Un courrier de l'administration fiscale n'est jamais anodin : proposition de rectification, avis de vérification, mise en demeure, saisie sur votre compte. Mais le contribuable — particulier ou entreprise — a des droits, des garanties et des délais qui jouent dans les deux sens. Cette fiche aide à comprendre ce que le fisc peut faire, et ce que vous pouvez faire face à lui.

Droit Fiscal

Face à une administration puissante, le droit fiscal est d'abord un droit de garanties : le contrôle obéit à des procédures strictes (information préalable, débat contradictoire, motivation), la rectification se discute avant d'être définitive, et chaque imposition se conteste — à condition de respecter une mécanique de délais implacable.

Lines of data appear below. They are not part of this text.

//! The posterior draw table ("chain table"): one CSV row per post-warm-up draw of a sampler,
//!
//! ```text
//! chain,draw,log_posterior,diverging,<parameter>,<parameter>,...
//! 0,0,-1234.5,false,1.02,-6.9,-13.8,3.1
//! ```
//!
//! `chain` is a 0-based integer, `draw` the 0-based index within its chain, `log_posterior`
//! the sampled log density (a finite float, or empty when the writer did not record it),
//! `diverging` is `true` or `false`, and every further column is one sampled parameter in its
//! physical scale, named by its `noise.toml` key (see [`Parameter`]). `ptacorr noise` writes
//! one table per pulsar (`chains/LABEL.csv`); `ptacorr common` writes `common-draws.csv` with
//! only the `common.*` columns; `correlate` reads both for the noise-marginalised optimal
//! statistic. The format is ours; docs/noise-marginalised.md describes it.
//!
//! The columns after the fourth depend on the model, so rows are read and written as CSV
//! records of the `csv` crate with this module's own typed schema ([`ChainTable`]) in place of
//! a fixed serde row type.

use crate::error::{Error, Result};
use crate::noise::{
    check_label, check_power_law, PulsarNoise, RedProcess, WhiteNoise,
    COMMON_LOG10_AMPLITUDE_RANGE, EFAC_RANGE, WHITE_LOG10_S_RANGE,
};
use crate::output::{fmt_f64, quote, truncate, QUOTE_CHARS};
use std::collections::BTreeSet;
use std::fmt;
use std::path::Path;

/// The four leading columns of every chain table, in order.
pub const FIXED_COLUMNS: [&str; 4] = ["chain", "draw", "log_posterior", "diverging"];

/// One sampled parameter: a column of the chain table, named by its `noise.toml` key. Backend
/// labels may contain '.', so a name is split at its FIRST '.'.
#[derive(Clone, Debug, PartialEq, Eq, PartialOrd, Ord, Hash)]
pub enum Parameter {
    /// `efac.BACKEND`
    Efac(String),
    /// `equad_log10_s.BACKEND`
    EquadLog10S(String),
    /// `ecorr_log10_s.BACKEND`
    EcorrLog10S(String),
    /// `red.log10_amplitude`
    RedLog10Amplitude,
    /// `red.spectral_index`
    RedSpectralIndex,
    /// `dm.log10_amplitude`
    DmLog10Amplitude,
    /// `dm.spectral_index`
    DmSpectralIndex,
    /// `common.log10_amplitude`
    CommonLog10Amplitude,
    /// `common.spectral_index`
    CommonSpectralIndex,
    /// `common.log10_rho_J`: log10 of the free-spectrum power (s^2) at frequency J / T_span,
    /// J = 1..K (the free-spectrum chain tables of `ptacorr common`).
    CommonLog10Power(usize),
    /// `red_log10_amplitude.LABEL`: the red-noise amplitude of pulsar LABEL in a table that
    /// holds several pulsars (the joint fit of every pulsar's red noise with the common
    /// process, `ptacorr common --joint-red`).
    PulsarRedLog10Amplitude(String),
    /// `red_spectral_index.LABEL`: the same for the spectral index.
    PulsarRedSpectralIndex(String),
}
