//! Overlap reduction functions: the inter-pulsar correlation patterns of a common signal.

use crate::sky::{cos_angle, Direction};

/// Hellings-Downs correlation of two distinct pulsars (Hellings & Downs 1983, ApJ 265, L39):
/// with x = (1 - cos zeta)/2, G = 1/2 - x/4 + (3/2) x ln x. Without the pulsar term, so
/// G -> 1/2 as zeta -> 0; the auto-correlation (with the pulsar term) is 1.
pub fn hellings_downs(cos_zeta: f64) -> f64 {
    let x = (1.0 - cos_zeta.clamp(-1.0, 1.0)) / 2.0;
    let xlnx = if x > 0.0 { x * x.ln() } else { 0.0 };
    0.5 - x / 4.0 + 1.5 * xlnx
}

/// Monopole: a clock error common to all pulsars, G = 1.
pub fn monopole(_cos_zeta: f64) -> f64 {
    1.0
}

/// Dipole: an error in the solar-system ephemeris, G = cos zeta.
pub fn dipole(cos_zeta: f64) -> f64 {
    cos_zeta
}

/// The correlation patterns compared against the data.
#[derive(
    Clone, Copy, Debug, PartialEq, Eq, PartialOrd, Ord, Hash, serde::Serialize, serde::Deserialize,
)]
#[serde(rename_all = "lowercase")]
pub enum Pattern {
    /// Hellings-Downs quadrupole of a gravitational-wave background.
    Hd,
    /// Monopole (clock errors).
    Monopole,
    /// Dipole (ephemeris errors).
    Dipole,
}

impl Pattern {
    /// All patterns in their reporting order.
    pub const ALL: [Pattern; 3] = [Pattern::Hd, Pattern::Monopole, Pattern::Dipole];

    /// The pattern's value for two distinct pulsars at `cos_zeta`.
    pub fn value(self, cos_zeta: f64) -> f64 {
        match self {
            Pattern::Hd => hellings_downs(cos_zeta),
            Pattern::Monopole => monopole(cos_zeta),
            Pattern::Dipole => dipole(cos_zeta),
        }
    }

    /// Short name used in files and on the command line.
    pub fn name(self) -> &'static str {
        match self {
            Pattern::Hd => "hd",
            Pattern::Monopole => "monopole",
            Pattern::Dipole => "dipole",
        }
    }

    /// Parse a short name.
    pub fn from_name(s: &str) -> Option<Pattern> {
        Pattern::ALL.into_iter().find(|p| p.name() == s)
    }
}

/// Pattern values for every pair a < b (row-major pair order) of a set of directions.
pub fn pattern_for_pairs(pattern: Pattern, directions: &[Direction]) -> Vec<f64> {
    let n = directions.len();
    let mut out = Vec::with_capacity(n * n.saturating_sub(1) / 2);
    for a in 0..n {
        for b in a + 1..n {
            out.push(pattern.value(cos_angle(&directions[a], &directions[b])));
        }
    }
    out
}

/// The full N x N correlation matrix of a pattern with unit diagonal (the auto-correlation with
/// the pulsar term, Hellings & Downs 1983), row-major.
pub fn pattern_matrix(pattern: Pattern, directions: &[Direction]) -> Vec<f64> {
    let n = directions.len();
    let mut m = vec![0.0; n * n];
    for a in 0..n {
        m[a * n + a] = 1.0;
        for b in a + 1..n {
            let g = pattern.value(cos_angle(&directions[a], &directions[b]));
            m[a * n + b] = g;
            m[b * n + a] = g;
        }
    }
    m
}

Ces délais jouent dans les deux sens. L'administration est enfermée dans un délai de reprise : trois ans en principe, au-delà desquels vos années sont prescrites — jusqu'à dix ans dans des situations particulières (activité occulte, avoirs à l'étranger non déclarés). Le contribuable, lui, dispose de délais pour répondre à une rectification puis pour réclamer — chaque échéance manquée ferme une porte.

L'autre vérité de cette matière : la plupart des dossiers se gagnent ou se perdent pendant le contrôle, dans le dialogue écrit avec le vérificateur — pas des années plus tard devant le juge.

Délai de reprise. L'administration peut en principe rectifier l'impôt sur le revenu et l'impôt sur les sociétés jusqu'à la fin de la troisième année suivant celle au titre de laquelle l'imposition est due (article L. 169 du Livre des procédures fiscales, Légifrance) ; ce délai est porté jusqu'à dix ans dans des cas particuliers, notamment l'activité occulte et certains avoirs à l'étranger non déclarés.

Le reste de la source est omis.